Neuer Prozess zur markerfreien Zellselektion

Petra Nolis M.A. Marketing & Kommunikation
Fraunhofer-Institut für Lasertechnik ILT

    Auf der analytica in München werden in diesem Jahr drei Fraunhofer-Institute ein Projekt aus der Vorlaufforschung präsentieren: Biologen, Informatiker und Laserexperten haben einen Prozess entwickelt, bei dem Zellen analysiert, selektiert und anschließend auf ihre Proteinproduktion untersucht werden. In der Pharmaforschung lassen sich damit Wirkstoffe erheblich schneller entwickeln.
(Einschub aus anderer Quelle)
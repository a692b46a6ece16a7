import { format } from 'date-fns';
import { CartesianGrid, Legend, Line, LineChart, ReferenceArea, ReferenceLine, ResponsiveContainer, Tooltip, XAxis, YAxis } from 'recharts';
import { checkCatalog, type CheckKey } from '../../../../shared/calc/check-catalog';
import { convertForDisplay, type DisplayPreferences } from '../../../../shared/display';
import type { TrendResponse } from '../api/get-trend';

const lineColours = ['var(--c-accent)', 'var(--c-ink)', 'var(--c-muted)', 'var(--c-focus)'];
const dashes = ['0', '6 3', '2 2', '8 2 2 2']; // told apart by dash as well as colour

export type ChartRow = { t: number } & Record<string, number>;

/** Rows keyed by time with one column per parameter, in display units. */
export function toRows(data: TrendResponse, prefs: DisplayPreferences): { rows: ChartRow[]; unit: string } {
  const byTime = new Map<number, ChartRow>();
  let unit = '';
  for (const series of data.series) {
    const quantity = checkCatalog[series.parameter as CheckKey].quantity;
    for (const p of series.points) {
      const t = Date.parse(p.t);
      const shown = convertForDisplay(p.v, quantity, prefs);
      unit = shown.unit;
      const row = byTime.get(t) ?? ({ t } as ChartRow);
      row[series.parameter] = shown.value;
      byTime.set(t, row);
    }
  }
  return { rows: [...byTime.values()].sort((a, b) => a.t - b.t), unit };
}

export function TrendChart({ data, prefs, parameters }: { data: TrendResponse; prefs: DisplayPreferences; parameters: CheckKey[] }) {
  const { rows, unit } = toRows(data, prefs);
  const first = parameters[0]!;
  const quantity = checkCatalog[first].quantity;
  const shown = (v: number | null | undefined) => (v == null ? undefined : convertForDisplay(v, quantity, prefs).value);
  return (
    <div className="h-96 w-full rounded-lg border border-line bg-panel p-2" role="img" aria-label={`Trend of ${parameters.map((p) => checkCatalog[p].label).join(', ')} in ${unit}`}>
      <ResponsiveContainer width="100%" height="100%">
        <LineChart data={rows} margin={{ top: 10, right: 20, bottom: 10, left: 10 }}>
          <CartesianGrid stroke="var(--c-line)" strokeOpacity={0.4} />
          <XAxis dataKey="t" type="number" domain={['dataMin', 'dataMax']} scale="time" tickFormatter={(t: number) => format(new Date(t), 'MM-dd HH:mm')} stroke="var(--c-muted)" />
          <YAxis stroke="var(--c-muted)" label={{ value: unit, angle: -90, position: 'insideLeft', fill: 'var(--c-muted)' }} domain={['auto', 'auto']} />
          <Tooltip labelFormatter={(t) => format(new Date(Number(t)), 'yyyy-MM-dd HH:mm')} formatter={(v) => `${Number(v).toFixed(3)} ${unit}`} contentStyle={{ background: 'var(--c-panel)' }} />
          <Legend />
          {/* Limit bands of the first parameter, each over the period its version was in force. */}
          {data.limitBands.flatMap((band, i) => {
            const limits = band.bands[first];
            if (!limits) return [];
            const x1 = Date.parse(band.from);
            const x2 = Date.parse(band.to);
            const areas = [];
            if (limits.highWatch != null) areas.push(<ReferenceArea key={`hw${i}`} x1={x1} x2={x2} y1={shown(limits.highWatch)} y2={shown(limits.highAlarm) ?? undefined} fill="var(--c-watch)" fillOpacity={0.12} ifOverflow="hidden" label={{ value: '▲ watch', position: 'insideTopLeft', fill: 'var(--c-watch)', fontSize: 11 }} />);
            if (limits.highAlarm != null) areas.push(<ReferenceArea key={`ha${i}`} x1={x1} x2={x2} y1={shown(limits.highAlarm)} fill="var(--c-alarm)" fillOpacity={0.12} ifOverflow="hidden" label={{ value: '◆ alarm', position: 'insideTopLeft', fill: 'var(--c-alarm)', fontSize: 11 }} />);
            if (limits.lowWatch != null) areas.push(<ReferenceArea key={`lw${i}`} x1={x1} x2={x2} y1={shown(limits.lowAlarm) ?? undefined} y2={shown(limits.lowWatch)} fill="var(--c-watch)" fillOpacity={0.12} ifOverflow="hidden" />);
            if (limits.lowAlarm != null) areas.push(<ReferenceArea key={`la${i}`} x1={x1} x2={x2} y2={shown(limits.lowAlarm)} fill="var(--c-alarm)" fillOpacity={0.12} ifOverflow="hidden" />);
            return areas;
          })}
          {data.flags.map((flag) => (
            <ReferenceLine key={flag.id} x={Date.parse(flag.raisedAt)} stroke={flag.severity === 'alarm' ? 'var(--c-alarm)' : 'var(--c-watch)'} strokeDasharray="4 2" ifOverflow="hidden" label={{ value: flag.severity === 'alarm' ? '◆' : '▲', position: 'top' }} />
          ))}
          {parameters.map((p, i) => (
            <Line key={p} dataKey={p} name={checkCatalog[p].label} stroke={lineColours[i]} strokeDasharray={dashes[i]} dot={rows.length < 60} isAnimationActive={false} connectNulls />
          ))}
        </LineChart>
      </ResponsiveContainer>
    </div>
  );
}
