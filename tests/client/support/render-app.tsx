// Renders the whole app (its providers, router and shell) at an address, as a browser opening
// that page would: only `fetch` (see fake-server.ts) and the live socket are stand-ins.
import { render } from '@testing-library/react';
import { AppProviders } from '../../../src/app/providers';
import type { PublicUser } from '../../../shared/schemas/auth';
import type { UnitSummary } from '../../../shared/schemas/plant';

export function renderAppAt(path: string) {
  window.history.replaceState(null, '', path);
  return render(<AppProviders />);
}

export const operator: PublicUser = {
  id: 7,
  name: 'Ola Operator',
  email: 'ola@test.example',
  role: 'operator',
  crewId: 1,
  crewName: 'A',
  position: 'field',
  active: true,
  mustChangePassword: false,
  version: 1,
};

export const unit1: UnitSummary = { id: 1, code: 'U1', name: 'Unit 1', stationId: 1, station: 'Test Station', timeZone: 'Europe/Berlin' };

/** What the shell asks for on every page of a signed-in person with nothing waiting. */
export const shellRoutes = (me: PublicUser = operator) => ({
  'GET /api/me': { body: { user: me } },
  'GET /api/me/pending-orders': { body: { orders: [] } },
  'GET /api/session/csrf': { body: { csrfToken: 'test-token' } },
  'GET /api/plant/units': { body: { units: [unit1] } },
});
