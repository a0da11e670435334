//! Triangle meshes: reading them from glTF 2.0 (`.glb`, `.gltf`), Wavefront OBJ, STL and PLY
//! files, and placing them in front of the plate.
//!
//! A [`Mesh`] as read holds the file's own coordinates in the file's own unit, with every
//! polygon already split into triangles and every vertex attribute indexed like the positions.
//! [`Mesh::placed`] turns, rotates, scales and moves it into plate coordinates (metres, plate at
//! z = 0, y up); [`crate::scene::sampling`] then turns its surface into emitters.
//!
//! Units (physics.md, "Mesh units"): glTF 2.0 distances are metres (glTF 2.0 specification,
//! sec. 3.4); OBJ, STL and PLY carry no unit and are read as millimetres (common practice for
//! STL). [`MeshFormat::default_unit_mm`] gives the default, [`Placement::unit_mm`] the one used.
//!
//! Facing (physics.md, "Viewing side"): the plate's viewer stands at z < 0 looking towards +z.
//! [`Front`] names the model axis that is its front (+Z in glTF, the axis a 3-D tool's front view
//! looks along) and [`Front::matrix`] turns that axis to plate -z, the model's up to plate +y, so
//! the model faces the viewer right-reading (for +Z: a half turn about y, model +X to plate -x).
//!
//! Conventions shared by all readers:
//! * **Winding**: a triangle `[a, b, c]` faces the side from which `a, b, c` run anticlockwise;
//!   its geometric normal is `(b - a) x (c - a)` normalised.
//! * **Colours** are linear RGB in `[0, 1]` (sRGB-encoded file values are decoded on reading).
//! * **Texture coordinates** follow glTF: `(0, 0)` is the top-left corner of the image, `v`
//!   grows downwards. OBJ `vt` (origin bottom-left) are flipped on reading.
//! * Every mesh has at least one triangle and one material; `tri_material` names one material
//!   per triangle. Vertex attributes, when present, have one entry per position.
//!
//! Every malformed file gives an [`Error::Input`] naming the file and the place inside it (line,
//! byte offset, JSON element); valid files that use something not handled here give
//! [`Error::Unsupported`]. No reader allocates more than a small multiple of the input's size
//! on the word of a count read from a header.

use std::path::{Path, PathBuf};
use std::sync::Arc;

use crate::error::{Error, Result};
use crate::scene::text::{input_error, shown, unsupported_error};

pub mod gltf;
pub mod obj;
pub mod ply;
pub mod stl;
mod texture;

pub use texture::{srgb_to_linear, srgb_unit_to_linear, Texture, TextureFilter, TextureWrap};

/// A triangle mesh with optional per-vertex attributes and per-triangle materials.
#[derive(Clone, Debug)]
pub struct Mesh {
    /// Vertex positions: the file's own unit as read, metres in plate coordinates after
    /// [`Mesh::placed`].
    pub positions: Vec<[f64; 3]>,
    /// Triangles as indices into `positions` (anticlockwise seen from the front).
    pub triangles: Vec<[u32; 3]>,
    /// Unit vertex normals, one per position, when the file gives them.
    pub normals: Option<Vec<[f64; 3]>>,
    /// Linear RGB vertex colours, one per position, when the file gives them.
    pub colors: Option<Vec<[f32; 3]>>,
    /// Texture coordinates (glTF convention: origin at the image's top-left), one per position.
    pub uvs: Option<Vec<[f32; 2]>>,
    /// Index into `materials` of each triangle.
    pub tri_material: Vec<u32>,
    /// Materials; never empty.
    pub materials: Vec<Material>,
    /// The file the mesh was read from; names it in error messages.
    pub source: PathBuf,
}

/// Surface colour of a group of triangles.
#[derive(Clone, Debug, PartialEq)]
pub struct Material {
    /// Linear RGBA base colour factor (glTF `baseColorFactor`); multiplies the texture and the
    /// vertex colours.
    pub base_color: [f32; 4],
    /// Base colour texture, sampled at the vertex texture coordinates.
    pub texture: Option<Arc<Texture>>,
    /// Whether both faces of the triangles are surfaces (glTF `doubleSided`). Sampling turns the
    /// normals of double-sided triangles towards the plate.
    pub double_sided: bool,
}

impl Default for Material {
    /// White, untextured, single-sided.
    fn default() -> Self {
        Material {
            base_color: [1.0; 4],
            texture: None,
            double_sided: false,
        }
    }
}
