/// The grid definition of a message (ecCodes keys; WMO-No. 306 templates 3.0/3.1/3.10/3.20/3.30/3.40).
geo::GribGridDefinition grid_definition(codes_handle* h, const std::string& where) {
  geo::GribGridDefinition g;
  g.grid_type = get_string(h, "gridType");
  const bool projected = g.grid_type == "lambert" || g.grid_type == "polar_stereographic";
  g.ni = get_long(h, projected ? "Nx" : "Ni", -1);
  g.nj = get_long(h, projected ? "Ny" : "Nj", -1);
  static const std::set<std::string> known = {"regular_ll", "regular_gg", "rotated_ll", "lambert",
                                              "polar_stereographic", "mercator"};
  if (!known.count(g.grid_type))
    throw InputError(where, "gridType", "a grid of type regular_ll, regular_gg, rotated_ll, lambert, "
                                        "polar_stereographic or mercator (found '" + g.grid_type + "')");
  g.i_negative = get_long(h, "iScansNegatively", 0) != 0;
  g.j_positive = get_long(h, "jScansPositively", 0) != 0;
  g.j_consecutive = get_long(h, "jPointsAreConsecutive", 0) != 0;
  g.alternate_rows = get_long(h, "alternativeRowScanning", 0) != 0;
  g.lat_first = need_double(h, "latitudeOfFirstGridPointInDegrees", where);
  g.lon_first = need_double(h, "longitudeOfFirstGridPointInDegrees", where);
  if (g.grid_type == "regular_ll" || g.grid_type == "regular_gg" || g.grid_type == "rotated_ll" ||
      g.grid_type == "mercator") {
    g.lat_last = need_double(h, "latitudeOfLastGridPointInDegrees", where);
    g.lon_last = need_double(h, "longitudeOfLastGridPointInDegrees", where);
  }
  if (g.grid_type == "rotated_ll") {
    g.south_pole_lat = need_double(h, "latitudeOfSouthernPoleInDegrees", where);
    g.south_pole_lon = need_double(h, "longitudeOfSouthernPoleInDegrees", where);
    g.rotation_deg = get_double(h, "angleOfRotationInDegrees", 0.0);
  }
  if (g.grid_type == "lambert" || g.grid_type == "polar_stereographic") {
    // LoV: orientation of the grid (GRIB2 template 3.20 names it so, 3.30 LoV)
    g.lov = codes_is_defined(h, "LoVInDegrees") ? need_double(h, "LoVInDegrees", where)
                                                : need_double(h, "orientationOfTheGridInDegrees", where);
    g.dx_m = need_double(h, "DxInMetres", where);
    g.dy_m = need_double(h, "DyInMetres", where);
    g.south_pole = (get_long(h, "projectionCentreFlag", 0) & 128) != 0;
    g.lad = get_double(h, "LaDInDegrees", 60.0);  // GRIB1 polar stereographic: true at 60 degrees
  }
  if (g.grid_type == "lambert") {
    g.latin1 = need_double(h, "Latin1InDegrees", where);
    g.latin2 = need_double(h, "Latin2InDegrees", where);
  }
  if (g.grid_type == "mercator") {
    g.lad = need_double(h, "LaDInDegrees", where);
    g.dx_m = need_double(h, "DiInMetres", where);
    g.dy_m = need_double(h, "DjInMetres", where);
    if (std::fabs(get_double(h, "orientationOfTheGridInDegrees", 0.0)) > 1e-9)
      throw InputError(where, "orientationOfTheGridInDegrees", "a Mercator grid oriented along the meridians (0)");
  }
  // Earth figure: GRIB2 code table 3.2; GRIB1 sphere of 6367470 m or the IAU 1965 spheroid.
  if (get_long(h, "edition", 2) == 1) {
    geo::grib_earth_figure(get_long(h, "earthIsOblate", 0) ? 2 : 0, 0, 0, 0, g.earth_major_m, g.earth_minor_m, where);
  } else {
    auto scaled = [&](const char* factor, const char* value) {
      return get_double(h, value, 0.0) * std::pow(10.0, -get_double(h, factor, 0.0));
    };
    const long shape = get_long(h, "shapeOfTheEarth", 6);
    double major = scaled("scaleFactorOfEarthMajorAxis", "scaledValueOfEarthMajorAxis");
    double minor = scaled("scaleFactorOfEarthMinorAxis", "scaledValueOfEarthMinorAxis");
    if (shape == 3) {  // axes given in km
      major *= 1000.0;
      minor *= 1000.0;
    }
    geo::grib_earth_figure(shape, major, minor,
                           scaled("scaleFactorOfRadiusOfSphericalEarth", "scaledValueOfRadiusOfSphericalEarth"),
                           g.earth_major_m, g.earth_minor_m, where);
  }
  if (g.grid_type == "regular_gg" && g.ni > 0 && g.nj > 0) {  // the Gaussian latitudes, per row (ecCodes)
    const std::size_t n = static_cast<std::size_t>(g.ni * g.nj);
    std::vector<double> lats(n), lons(n), values(n);
    if (codes_grib_get_data(h, lats.data(), lons.data(), values.data()) != CODES_SUCCESS)
      throw InputError(where, "", "decodable latitudes of the Gaussian grid");
    g.row_latitudes.assign(static_cast<std::size_t>(g.nj), 0.0);
    for (std::size_t k = 0; k < n; ++k)
      g.row_latitudes[geo::grib_point_index(g, k) / static_cast<std::size_t>(g.ni)] = lats[k];
  }
  return g;
}

/// One message to stage: where it is and what it holds.
struct Message {
  int file = 0;
  off_t offset = 0;
  int quantity = 0;           // index into quantities()
  double level_pa = 0;        // 0 for surface fields
  long long valid_s = 0;
  long member = 0;
};

std::atomic<int> g_staging_counter{0};

}  // namespace

bool is_grib_file(const std::string& path) {
  FilePtr f(std::fopen(path.c_str(), "rb"));
  if (!f) return false;
  char buffer[4096];
  const std::size_t n = std::fread(buffer, 1, sizeof buffer, f.get());
  if (n >= 4 && (std::memcmp(buffer, "CDF", 3) == 0 || std::memcmp(buffer, "\x89HDF", 4) == 0)) return false;
  for (std::size_t i = 0; i + 4 <= n; ++i)
    if (std::memcmp(buffer + i, "GRIB", 4) == 0) return true;
  return false;
}
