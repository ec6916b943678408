// latentlift quicklook: a PNG map of one field for people: the field in the grid's own projection,
// GSHHG coastlines and borders projected with PROJ, a labelled graticule, title, colour bar with
// pointed ends where values lie beyond it (or a class legend), and legend entries for missing and
// not-applicable cells. Text in DejaVu Sans through cairo; every position follows measured text.
#include "latentlift/quicklook.hpp"

#include <algorithm>
#include <cmath>
#include <cerrno>
#include <cstdio>
#include <cstring>
#include <filesystem>
#include <sstream>

#include "maps/canvas.hpp"
#include "maps/cf_time_text.hpp"
#include "maps/colour_scale.hpp"
#include "io/netcdf_file.hpp"
#include "io/temporary_output.hpp"
#include "maps/png_image.hpp"
#include "geo/proj_handles.hpp"
#include "maps/resample.hpp"
#include "maps/shorelines.hpp"
#include "maps/source_grid.hpp"
#include "io/temporary_output.hpp"
#include "latentlift/errors.hpp"

namespace latentlift::maps {

namespace {

using namespace latentlift::maps::detail;
using namespace io::detail;
using geo::Attribute;
using geo::Crs;
using geo::Transformer;
using geo::find_attribute;

const Rgb kWhite{255, 255, 255}, kInk{28, 28, 32}, kSoftInk{84, 84, 92}, kFrame{60, 60, 66};
const Rgb kCoast{22, 22, 26}, kBorder{70, 60, 60}, kGraticule{255, 255, 255};

// Type sizes (pixels) and spacing of the layout.
constexpr double kTitlePx = 17, kTextPx = 12, kSmallPx = 10.5, kPad = 14, kGap = 8;

std::string format_value(double v) {
  char text[32];
  if (v != 0 && (std::fabs(v) >= 1e6 || std::fabs(v) < 1e-3))
    std::snprintf(text, sizeof text, "%.3g", v);
  else
    std::snprintf(text, sizeof text, "%.6g", std::fabs(v) < 1e-12 ? 0.0 : v);
  return text;
}

// Splits text into lines no wider than width_px in the given type size (long words are cut).
std::vector<std::string> wrap(const std::string& text, double width_px, double size_px) {
  std::vector<std::string> lines;
  std::istringstream words(text);
  std::string line;
  auto fits = [&](const std::string& s) { return Canvas::measure(s, size_px).width <= width_px; };
  for (std::string word; words >> word;) {
    std::string candidate = line.empty() ? word : line + " " + word;
    if (fits(candidate)) {
      line = candidate;
      continue;
    }
    if (!line.empty()) lines.push_back(line);
    line.clear();
    while (!fits(word) && word.size() > 1) {  // a word wider than the line: cut it
      std::size_t n = word.size() - 1;
      while (n > 1 && !fits(word.substr(0, n))) --n;
      lines.push_back(word.substr(0, n));
      word = word.substr(n);
    }
    line = word;
  }
  if (!line.empty()) lines.push_back(line);
  return lines;
}

std::vector<std::string> split(const std::string& text) {
  std::istringstream in(text);
  std::vector<std::string> out;
  for (std::string word; in >> word;) out.push_back(word);
  return out;
}

struct Raster {
  std::size_t nx = 0, ny = 0;            // columns west->east, rows north->south
  std::vector<double> values;            // row-major, row 0 north
  std::vector<double> reference;         // the analysed-column marker per cell (NaN: not analysed), or empty
  std::optional<Crs> crs;
  double west = 0, north = 0, dx = 0, dy = 0;  // outer edges and cell size (dy > 0), CRS units
  bool regular = false;
};

std::vector<double> flip_rectilinear(const SourceGrid& grid, const std::vector<double>& slice) {
  std::size_t nx = grid.x.size(), ny = grid.y.size();
  std::vector<double> out(nx * ny);
  bool x_up = nx < 2 || grid.x[1] > grid.x[0], y_up = ny < 2 || grid.y[1] > grid.y[0];
  for (std::size_t j = 0; j < ny; ++j)
    for (std::size_t i = 0; i < nx; ++i) {
      std::size_t col = x_up ? i : nx - 1 - i, row = y_up ? ny - 1 - j : j;
      out[row * nx + col] = slice[j * nx + i];
    }
  return out;
}

Raster raster_of_rectilinear(const SourceGrid& grid, const std::vector<double>& slice, const std::vector<double>* reference) {
  Raster r;
  r.nx = grid.x.size();
  r.ny = grid.y.size();
  r.values = flip_rectilinear(grid, slice);
  if (reference) r.reference = flip_rectilinear(grid, *reference);
  r.crs = grid.crs;
  // Cell edges half way between centres; an irregular axis is drawn with its mean spacing.
  r.dx = r.nx > 1 ? std::fabs(grid.x.back() - grid.x.front()) / static_cast<double>(r.nx - 1) : 1.0;
  r.dy = r.ny > 1 ? std::fabs(grid.y.back() - grid.y.front()) / static_cast<double>(r.ny - 1) : 1.0;
  r.west = std::min(grid.x.front(), grid.x.back()) - 0.5 * r.dx;
  r.north = std::max(grid.y.front(), grid.y.back()) + 0.5 * r.dy;
  r.regular = grid.regular();
  return r;
}

// Cells with lat/lon each: drawn on a lon/lat grid (about four pixels of grid per cell) by nearest cell.
Raster raster_of_points(const SourceGrid& grid, const std::vector<double>& slice, const std::vector<double>* reference) {
  double west = HUGE_VAL, east = -HUGE_VAL, south = HUGE_VAL, north = -HUGE_VAL;
  for (std::size_t k = 0; k < grid.lon.size(); ++k) {
    if (std::isnan(grid.lon[k]) || std::isnan(grid.lat[k])) continue;
    west = std::min(west, grid.lon[k]);
    east = std::max(east, grid.lon[k]);
    south = std::min(south, grid.lat[k]);
    north = std::max(north, grid.lat[k]);
  }
  if (!(east >= west)) throw InputError("", "", "cells with valid latitude/longitude");
  double area = std::max((east - west) * (north - south), 1e-6);
  double resolution = std::sqrt(area / (4.0 * static_cast<double>(grid.lon.size())));
  std::array<double, 4> bbox = {west - resolution, south - resolution, east + resolution, north + resolution};
  TargetGrid target = make_target_grid(grid, *grid.crs, resolution, bbox);
  ResamplePlan plan(grid, target, false);
  auto resample = [&](const std::vector<double>& in) {
    std::vector<double> values, out(target.nx * target.ny);
    plan.nearest(in, values);
    for (std::size_t j = 0; j < target.ny; ++j)
      for (std::size_t i = 0; i < target.nx; ++i) out[(target.ny - 1 - j) * target.nx + i] = values[j * target.nx + i];
    return out;
  };
  Raster r;
  r.nx = target.nx;
  r.ny = target.ny;
  r.values = resample(slice);
  if (reference) r.reference = resample(*reference);
  r.crs = grid.crs;
  r.west = target.west;
  r.north = target.north();
  r.dx = r.dy = resolution;
  r.regular = true;
  return r;
}

// --- map geometry: lon/lat <-> map pixels ---

class MapProjection {
 public:
  MapProjection(const Raster& raster, int s)
      : raster_(raster), s_(s), to_map_(raster.crs->geodetic(), *raster.crs), geographic_(raster.crs->is_geographic()) {}

  // Pixel position (relative to the map's top-left corner) of lon/lat points; NaN where PROJ cannot
  // place them. On geographic grids longitudes are taken in the grid's own 360-degree window.
  std::vector<Point> pixels(const LonLatLine& line) const {
    std::vector<double> x(line.size()), y(line.size());
    for (std::size_t k = 0; k < line.size(); ++k) {
      x[k] = line[k][0];
      y[k] = line[k][1];
    }
    to_map_.forward(x.data(), y.data(), x.size());
    std::vector<Point> out(line.size());
    for (std::size_t k = 0; k < line.size(); ++k) {
      double X = x[k];
      if (geographic_ && std::isfinite(X)) X = raster_.west + std::fmod(std::fmod(X - raster_.west, 360.0) + 360.0, 360.0);
      out[k] = {(X - raster_.west) / raster_.dx * s_, (raster_.north - y[k]) / raster_.dy * s_};
    }
    return out;
  }

  // lon/lat of map pixels (relative positions), NaN outside the projection.
  void lonlat(std::vector<double>& px, std::vector<double>& py) const {
    for (std::size_t k = 0; k < px.size(); ++k) {
      px[k] = raster_.west + px[k] / s_ * raster_.dx;
      py[k] = raster_.north - py[k] / s_ * raster_.dy;
    }
    to_map_.inverse(px.data(), py.data(), px.size());
  }

 private:
  const Raster& raster_;
  int s_;
  Transformer to_map_;
  bool geographic_;
};

// Splits a projected polyline where points are missing or where it jumps across the map (a
// wrap-around at the date line or a projection's cut): such segments are not drawn.
std::vector<std::vector<Point>> pieces(const std::vector<Point>& points, double jump_px) {
  std::vector<std::vector<Point>> out(1);
  for (const Point& p : points) {
    bool bad = !std::isfinite(p[0]) || !std::isfinite(p[1]);
    if (!bad && !out.back().empty()) {
      const Point& q = out.back().back();
      if (std::hypot(p[0] - q[0], p[1] - q[1]) > jump_px) out.emplace_back();
    }
    if (bad) {
      if (!out.back().empty()) out.emplace_back();
      continue;
    }
    out.back().push_back(p);
  }
  out.erase(std::remove_if(out.begin(), out.end(), [](const auto& p) { return p.size() < 2; }), out.end());
  return out;
}

struct LonLatBox {
  double west = -180, east = 180, south = -90, north = 90;
};

// The lon/lat extent of the map, from a 65 x 65 sample of map pixels (plus a margin).
LonLatBox lonlat_extent(const MapProjection& projection, int map_w, int map_h) {
  const int n = 65;
  std::vector<double> px, py;
  for (int j = 0; j < n; ++j)
    for (int i = 0; i < n; ++i) {
      px.push_back(map_w * i / (n - 1.0));
      py.push_back(map_h * j / (n - 1.0));
    }
  projection.lonlat(px, py);
  double centre_lon = px[(n / 2) * n + n / 2];
  if (!std::isfinite(centre_lon)) centre_lon = 0;
  LonLatBox box{HUGE_VAL, -HUGE_VAL, HUGE_VAL, -HUGE_VAL};
  bool any_missing = false;
  for (std::size_t k = 0; k < px.size(); ++k) {
    if (!std::isfinite(px[k]) || !std::isfinite(py[k])) {
      any_missing = true;
      continue;
    }
    double lon = centre_lon + std::remainder(px[k] - centre_lon, 360.0);
    box.west = std::min(box.west, lon);
    box.east = std::max(box.east, lon);
    box.south = std::min(box.south, py[k]);
    box.north = std::max(box.north, py[k]);
  }
  if (!(box.east >= box.west)) return LonLatBox{};
  double margin = std::max(1.0, 0.05 * std::max(box.east - box.west, box.north - box.south));
  box.west -= margin;
  box.east += margin;
  box.south = std::max(-90.0, box.south - margin);
  box.north = std::min(90.0, box.north + margin);
  if (any_missing || box.east - box.west >= 300.0 || box.north >= 89.0 || box.south <= -89.0) {
    // A pole, the whole globe or the edge of the projection on the map: every longitude.
    box.west = centre_lon - 180.0;
    box.east = centre_lon + 180.0;
    if (any_missing) box.south = -90.0, box.north = 90.0;
  }
  return box;
}

double graticule_step(const LonLatBox& box) {
  double span = std::max(box.east - box.west, 2.0 * (box.north - box.south));
  for (double step : {0.5, 1.0, 2.0, 5.0, 10.0, 15.0, 30.0, 45.0, 60.0})
    if (span / step <= 12.0) return step;
  return 90.0;
}

std::string degrees_label(double value, bool longitude) {
  double v = longitude ? std::remainder(value, 360.0) : value;
  if (std::fabs(v) < 1e-9) v = 0;
  char number[32];
  double a = std::fabs(v);
  std::snprintf(number, sizeof number, a == std::floor(a) ? "%.0f" : "%.1f", a);
  std::string text = std::string(number) + "\u00b0";
  if (v == 0 || (longitude && std::fabs(a - 180.0) < 1e-9)) return text;
  return text + (longitude ? (v > 0 ? "E" : "W") : (v > 0 ? "N" : "S"));
}

struct EdgeLabel {
  enum Edge { left, right, top, bottom } edge;
  double position;  // along the edge, pixels from the map's top-left corner
  std::string text;
};

// Where a polyline (map pixels) first crosses an edge of the map rectangle.
std::optional<double> crossing(const std::vector<Point>& line, EdgeLabel::Edge edge, double w, double h) {
  for (std::size_t k = 1; k < line.size(); ++k) {
    const Point &a = line[k - 1], &b = line[k];
    bool vertical = edge == EdgeLabel::left || edge == EdgeLabel::right;
    double c = edge == EdgeLabel::left ? 0 : edge == EdgeLabel::right ? w : edge == EdgeLabel::top ? 0 : h;
    double a0 = vertical ? a[0] : a[1], b0 = vertical ? b[0] : b[1];
    if ((a0 - c) * (b0 - c) > 0 || a0 == b0) continue;
    double f = (c - a0) / (b0 - a0);
    double along = vertical ? a[1] + f * (b[1] - a[1]) : a[0] + f * (b[0] - a[0]);
    if (along >= 0 && along <= (vertical ? h : w)) return along;
  }
  return std::nullopt;
}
    Mit etwa 35 000 Besuchern und über 1200 Ausstellern ist die analytica alle zwei Jahre in München der Treffpunkt für Firmen und Forscher aus den verschiedenen Bereichen der Analytik. Die Messe öffnet vom 10. bis zum 13. April 2018 ihre Türen, dabei feiert sie 2018 auch ihr 50-jähriges Bestehen.

    Die Fraunhofer-Gesellschaft präsentiert in diesem Jahr mit OptisCell ein besonderes Projekt aus der marktorientierten Vorlaufforschung. Im OptisCell-Prozess werden Zellen auf einem Träger erst identifiziert, dann mit einem Laserpuls transferiert und schließlich auf einem zweiten Träger bezüglich ihrer Proteinproduktion charakterisiert.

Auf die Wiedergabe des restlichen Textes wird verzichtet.